───── Material provided

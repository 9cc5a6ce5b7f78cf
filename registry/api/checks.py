"""Validation: recompute every barrier from its raw data, and accept a finding with a reason."""

from __future__ import annotations

from collections.abc import Sequence
from typing import TYPE_CHECKING

from registry.api.registry import actor_name
from registry.errors import UsageError
from registry.storage.database import Database

if TYPE_CHECKING:
    from registry.validation import CheckReport, Finding

SEVERITIES = ("error", "warning", "note")


def check(
    database: Database,
    ids: Sequence[int] | None = None,
    *,
    tolerance: str | float | None = None,
    actor: str | None = None,
) -> CheckReport:
    """Run every rule on the measurements ``ids`` (None: all) and store the findings.

    ``tolerance`` is the base tolerance of a recomputed ΔG‡ (a text with a unit such as
    ``'0.2 kcal/mol'``, or kJ/mol); a check of the whole registry is recorded in the history.
    """
    from registry.record.units import parse_value
    from registry.validation import CheckConfig, check_measurements

    config = CheckConfig()
    if tolerance is not None:
        if isinstance(tolerance, str):
            value = parse_value(tolerance, "energy", field="tolerance").value
        else:
            value = float(tolerance)
        if not value > 0:
            raise UsageError(f"tolerance {tolerance!r}: must be positive")
        config = CheckConfig(dg_tolerance_kj_mol=value)
    return check_measurements(
        database, ids or None, actor=actor_name(actor), config=config, record_run=True
    )


def accept_finding(
    database: Database, finding_id: int, reason: str, *, actor: str | None = None
) -> Finding:
    """Accept one finding with a reason; it stays accepted while its inputs are unchanged."""
    from registry.validation import accept_finding as accept

    return accept(database, finding_id, reason, actor=actor_name(actor))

──────────

> **Task details**: From the entries above, copy every line that holds the word "reason".

> **Exercise answer**:
"""Validation: recompute every barrier from its raw data, and accept a finding with a reason."""
    database: Database, finding_id: int, reason: str, *, actor: str | None = None
    """Accept one finding with a reason; it stays accepted while its inputs are unchanged."""
    return accept(database, finding_id, reason, actor=actor_name(actor))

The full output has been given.